Han pasado más de dos mil años desde que una compleja red de rutas comerciales, organizadas a partir del negocio de la seda china, inauguró las primeras relaciones comerciales entre Asia y Europa. Sin embargo, la antigua Ruta de la Seda se ha convertido en la gran apuesta de Pekín, que ha relanzado el proyecto para conseguir cambiar el orden económico mundial, desplazando a EEUU como potencia hegemónica.

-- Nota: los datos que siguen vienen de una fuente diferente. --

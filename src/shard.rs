//! Sharded runs: one run split into N jobs, each over a contiguous block of
//! the dataset's time steps, for job arrays on a batch scheduler.
//!
//! The partition depends only on the shard number, the shard count and the
//! number of time steps, so the same inputs always give the same blocks:
//! shard `i` (0-based here) of `n` over `t` steps covers
//! `floor(i*t/n) .. floor((i+1)*t/n)`. Blocks differ in length by at most
//! one step, never overlap and together cover every step once.
//!
//! On the command line shards are numbered from 1 (`--shard 1/4` is the
//! first of four), as people count jobs. With `--shard slurm` the number
//! comes from the scheduler's environment: the position of
//! `SLURM_ARRAY_TASK_ID` among the array's task IDs, that is
//! `(ID - SLURM_ARRAY_TASK_MIN) / SLURM_ARRAY_TASK_STEP`, out of
//! `SLURM_ARRAY_TASK_COUNT`. So `--array=0-3`, `--array=1-4` and
//! `--array=10-16:2` all give shards 1 to 4 of 4; an array written as a
//! list with holes (`--array=1,4,9`) is refused, since its task IDs are not
//! evenly spaced and the shard could not be told from them.
//!
//! Every shard's output records, as global attributes, which shard it is,
//! the block of time steps it covers, and the whole dataset's time range;
//! `merge` reads them back to check coverage.

use std::ops::Range;
use std::path::PathBuf;

use crate::runner::RunRequest;

/// Global attribute names written on every shard (their prefix marks them
/// as provenance: the merged file does not carry them).
pub const ATTRIBUTE_INDEX: &str = "baroc_shard_index";
pub const ATTRIBUTE_COUNT: &str = "baroc_shard_count";
pub const ATTRIBUTE_FIRST_STEP: &str = "baroc_shard_first_time_step";
pub const ATTRIBUTE_STEP_COUNT: &str = "baroc_shard_time_steps";
pub const ATTRIBUTE_TOTAL_STEPS: &str = "baroc_shard_dataset_time_steps";
pub const ATTRIBUTE_FULL_RANGE: &str = "baroc_shard_dataset_time_range";
pub const ATTRIBUTE_BLOCK_RANGE: &str = "baroc_shard_time_range";
/// Written on every run's output: the parameter overrides, so that merge can
/// tell shards of different runs apart.
pub const ATTRIBUTE_PARAMETERS: &str = "baroc_parameters";

/// One shard of a run: `index` counts from 0, `count` >= 1.
#[derive(Debug, Clone, Copy, PartialEq, Eq)]
pub struct Shard {
    pub index: usize,
    pub count: usize,
}

impl std::fmt::Display for Shard {
    /// As the user writes it: `2/4` is the second of four.
    fn fmt(&self, f: &mut std::fmt::Formatter<'_>) -> std::fmt::Result {
        write!(f, "{}/{}", self.index + 1, self.count)
    }
}

const SHAPE_HELP: &str = "write it as `--shard 2/4` (the second of four shards, counted from 1) or `--shard slurm` (read from a Slurm job array)";

impl Shard {
    /// Parses `I/N` (1-based `I`), or `slurm` to read the scheduler's
    /// environment through `environment`.
    pub fn parse(text: &str, environment: impl Fn(&str) -> Option<String>) -> Result<Shard, String> {
        let text = text.trim();
        if text.eq_ignore_ascii_case("slurm") {
            return Shard::from_slurm(environment);
        }
        let Some((i, n)) = text.split_once('/') else {
            return Err(format!("error: --shard `{text}` is not a shard: {SHAPE_HELP}"));
        };
        let number = |s: &str, what: &str| s.trim().parse::<usize>().map_err(|_| format!("error: --shard `{text}`: `{}` is not a whole number ({what}); {SHAPE_HELP}", s.trim()));
        let (i, n) = (number(i, "the shard's number")?, number(n, "the number of shards")?);
        if n == 0 {
            return Err(format!("error: --shard `{text}`: the number of shards must be at least 1"));
        }
        if i == 0 || i > n {
            return Err(format!("error: --shard `{text}`: shards are counted from 1 to {n}, so the first is `1/{n}` and the last `{n}/{n}`"));
        }
        Ok(Shard { index: i - 1, count: n })
    }

    /// The shard of this Slurm array task (see the module comment).
    pub fn from_slurm(environment: impl Fn(&str) -> Option<String>) -> Result<Shard, String> {
        let read = |name: &str, default: Option<i64>| -> Result<i64, String> {
            match environment(name) {
                Some(v) => v.trim().parse::<i64>().map_err(|_| format!("error: --shard slurm: {name}=`{v}` is not a whole number")),
                None => default.ok_or_else(|| format!("error: --shard slurm: {name} is not set; this is not a Slurm array task (submit with `sbatch --array=1-4 ...`), or give the shard as `--shard 2/4`")),
            }
        };
        let id = read("SLURM_ARRAY_TASK_ID", None)?;
        let count = read("SLURM_ARRAY_TASK_COUNT", None)?;
        let min = read("SLURM_ARRAY_TASK_MIN", None)?;
        let max = read("SLURM_ARRAY_TASK_MAX", Some(min + count - 1))?;
        let step = read("SLURM_ARRAY_TASK_STEP", Some(1))?.max(1);
        if count < 1 || id < min || id > max || (id - min) % step != 0 {
            return Err(format!("error: --shard slurm: task {id} does not fit the array {min}-{max}:{step} of {count} tasks"));
        }
        if (max - min) / step + 1 != count {
            return Err(format!(
                "error: --shard slurm: the array's task IDs ({min} to {max}, step {step}) are not {count} evenly spaced numbers; submit a range such as `--array=1-{count}` so each task knows its shard"
            ));
        }
        Ok(Shard { index: ((id - min) / step) as usize, count: count as usize })
    }

    /// This shard's block of `total` time steps. Errors when the shard
    /// would be empty (more shards than time steps).
    pub fn block(&self, total: usize) -> Result<Range<usize>, String> {
        let start = self.index * total / self.count;
        let end = (self.index + 1) * total / self.count;
        if start == end {
            return Err(format!(
                "error: shard {self} has no time steps: the data have {total} time step{}, fewer than the {} shards; use at most {total} shards",
                if total == 1 { "" } else { "s" },
                self.count
            ));
        }
        Ok(start..end)
    }
}

/// What a shard covers, ready to be written as attributes.
#[derive(Debug, Clone, PartialEq)]
pub struct ShardPlan {
    pub shard: Shard,
    pub block: Range<usize>,
    pub total_steps: usize,
    /// Labels of the first and last time of the whole dataset and of the block.
    pub full_range: (String, String),
    pub block_range: (String, String),
}

impl ShardPlan {
    pub fn attributes(&self) -> Vec<(String, String)> {
        vec![
            (ATTRIBUTE_INDEX.into(), (self.shard.index + 1).to_string()),
            (ATTRIBUTE_COUNT.into(), self.shard.count.to_string()),
            (ATTRIBUTE_FIRST_STEP.into(), self.block.start.to_string()),
            (ATTRIBUTE_STEP_COUNT.into(), self.block.len().to_string()),
            (ATTRIBUTE_TOTAL_STEPS.into(), self.total_steps.to_string()),
            (ATTRIBUTE_FULL_RANGE.into(), format!("{} to {}", self.full_range.0, self.full_range.1)),
            (ATTRIBUTE_BLOCK_RANGE.into(), format!("{} to {}", self.block_range.0, self.block_range.1)),
        ]
    }
}

/// Opens the request's data (headers only), finds the shard's block of time
/// steps and restricts the request to it.
pub fn plan(request: &mut RunRequest, shard: Shard) -> Result<ShardPlan, String> {
    if request.data_files.is_empty() {
        return Err("error: --shard splits the data's time steps, but no data file was given".into());
    }
    if request.time_steps.is_some() {
        return Err("error: --shard chooses the time steps itself; it does not combine with a time-step selection".into());
    }
    let files: Vec<PathBuf> = request.data_files.clone();
    let dataset = crate::io::Dataset::open(&files).map_err(|e| format!("error: {e}"))?;
    let Some(times) = dataset.variables().find_map(|v| v.times.clone()) else {
        return Err("error: --shard splits the data's time steps, but the data have no time axis".into());
    };
    let total = times.values.len();
    let block = shard.block(total)?;
    let labels = times.labels();
    let label = |i: usize| labels.get(i).cloned().unwrap_or_else(|| format!("time step {i}"));
    let plan = ShardPlan {
        shard,
        block: block.clone(),
        total_steps: total,
        full_range: (label(0), label(total - 1)),
        block_range: (label(block.start), label(block.end - 1)),
    };
    request.time_steps = Some(block.collect());
    Ok(plan)
}

#[cfg(test)]
mod tests {
    use super::*;
    use std::collections::HashMap;

    fn env(pairs: &[(&str, &str)]) -> impl Fn(&str) -> Option<String> {
        let map: HashMap<String, String> = pairs.iter().map(|(k, v)| (k.to_string(), v.to_string())).collect();
        move |k: &str| map.get(k).cloned()
    }

    #[test]
    fn blocks_are_contiguous_cover_every_step_once_and_differ_by_at_most_one() {
        // The partition's defining property (common practice for block
        // decompositions, no source): checked exhaustively for small sizes.
        for total in 1..60 {
            for count in 1..=total {
                let blocks: Vec<Range<usize>> = (0..count).map(|i| Shard { index: i, count }.block(total).unwrap()).collect();
                assert_eq!(blocks[0].start, 0);
                assert_eq!(blocks[count - 1].end, total);
                for w in blocks.windows(2) {
                    assert_eq!(w[0].end, w[1].start, "contiguous for {total} steps in {count}");
                }
                let lengths: Vec<usize> = blocks.iter().map(|b| b.len()).collect();
                assert!(lengths.iter().max().unwrap() - lengths.iter().min().unwrap() <= 1);
            }
        }
        assert_eq!(Shard { index: 3, count: 4 }.block(5).unwrap(), 3..5);
    }

    #[test]
    fn more_shards_than_steps_is_refused_with_the_limit() {
        let e = Shard { index: 0, count: 8 }.block(5).unwrap_err();
        assert!(e.contains("1/8") && e.contains("at most 5"), "{e}");
    }

    #[test]
    fn shards_are_written_from_one() {
        let none = |_: &str| None;
        assert_eq!(Shard::parse("1/4", none).unwrap(), Shard { index: 0, count: 4 });
        assert_eq!(Shard::parse(" 4 / 4 ", none).unwrap(), Shard { index: 3, count: 4 });
        assert_eq!(Shard::parse("1/4", none).unwrap().to_string(), "1/4");
        for bad in ["0/4", "5/4", "1/0", "a/4", "2", "-1/4", ""] {
            let e = Shard::parse(bad, none).unwrap_err();
            assert!(e.starts_with("error: --shard"), "{bad}: {e}");
        }
        assert!(Shard::parse("0/4", none).unwrap_err().contains("`1/4`"));
    }

    #[test]
    fn slurm_task_ids_count_from_the_arrays_minimum() {
        // Slurm sets these for every array task (sbatch(1), "OUTPUT
        // ENVIRONMENT VARIABLES"): ID, COUNT, MIN, MAX and STEP.
        let zero_based = env(&[("SLURM_ARRAY_TASK_ID", "0"), ("SLURM_ARRAY_TASK_COUNT", "4"), ("SLURM_ARRAY_TASK_MIN", "0"), ("SLURM_ARRAY_TASK_MAX", "3")]);
        assert_eq!(Shard::parse("slurm", zero_based).unwrap(), Shard { index: 0, count: 4 });
        let one_based = env(&[("SLURM_ARRAY_TASK_ID", "4"), ("SLURM_ARRAY_TASK_COUNT", "4"), ("SLURM_ARRAY_TASK_MIN", "1"), ("SLURM_ARRAY_TASK_MAX", "4")]);
        assert_eq!(Shard::parse("slurm", one_based).unwrap(), Shard { index: 3, count: 4 });
        let stepped = env(&[
            ("SLURM_ARRAY_TASK_ID", "14"),
            ("SLURM_ARRAY_TASK_COUNT", "4"),
            ("SLURM_ARRAY_TASK_MIN", "10"),
            ("SLURM_ARRAY_TASK_MAX", "16"),
            ("SLURM_ARRAY_TASK_STEP", "2"),
        ]);
        assert_eq!(Shard::parse("SLURM", stepped).unwrap(), Shard { index: 2, count: 4 });
    }

    #[test]
    fn slurm_outside_an_array_or_with_holes_is_refused() {
        let e = Shard::parse("slurm", |_: &str| None).unwrap_err();
        assert!(e.contains("SLURM_ARRAY_TASK_ID is not set"), "{e}");
        let holes = env(&[("SLURM_ARRAY_TASK_ID", "4"), ("SLURM_ARRAY_TASK_COUNT", "3"), ("SLURM_ARRAY_TASK_MIN", "1"), ("SLURM_ARRAY_TASK_MAX", "9")]);
        assert!(Shard::parse("slurm", holes).unwrap_err().contains("evenly spaced"));
        let garbage = env(&[("SLURM_ARRAY_TASK_ID", "x"), ("SLURM_ARRAY_TASK_COUNT", "3"), ("SLURM_ARRAY_TASK_MIN", "1")]);
        assert!(Shard::parse("slurm", garbage).unwrap_err().contains("not a whole number"));
    }
}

Desde el punto de vista del desarrollo económico, es el proyecto más importante desde la Revolución Industrial, porque incluye a todos los continentes.

Así, China, una de las grandes beneficiadas de la globalización, comienza a proyectarse con fuerza al exterior. Por un lado, Pekín quiere estimular el crecimiento en las regiones menos desarrolladas del país y, por otro lado, encontrar más mercados para lidiar con su exceso de capacidad, tal y como sucede con su red interna de ferrocarriles de alta velocidad, que ya es la más desarrollada del mundo.

Además, la iniciativa ha recibido muchos apoyos en los últimos tiempos, especialmente tras los temores al aislacionismo que el mundo atraviesa desde la victoria del Brexit en las urnas y la llegada al poder de Donald Trump en EEUU. Por ello, el proyecto es de vital importancia geopolítica para Pekín: China, aunque no lo diga, aspira a ser la potencia hegemónica mundial que sustituya a EEUU. Además, a diferencia de EEUU, China tiene un pensamiento a largo plazo y su ascenso está cambiado el panorama financiero del planeta.

La demanda china de commodities ha afianzado la posición de América Latina como proveedor de materias primas. No es ninguna sorpresa que el dinero chino sea bienvenido en lugares donde los mercados financieros actúan con cautela.

China está invirtiendo significativas cantidades de dinero en Latinoamérica y aumentando sus actividades comerciales en la región, compitiendo así con EEUU por el liderazgo mercantil, que podría obtener para el 2030, según algunos expertos.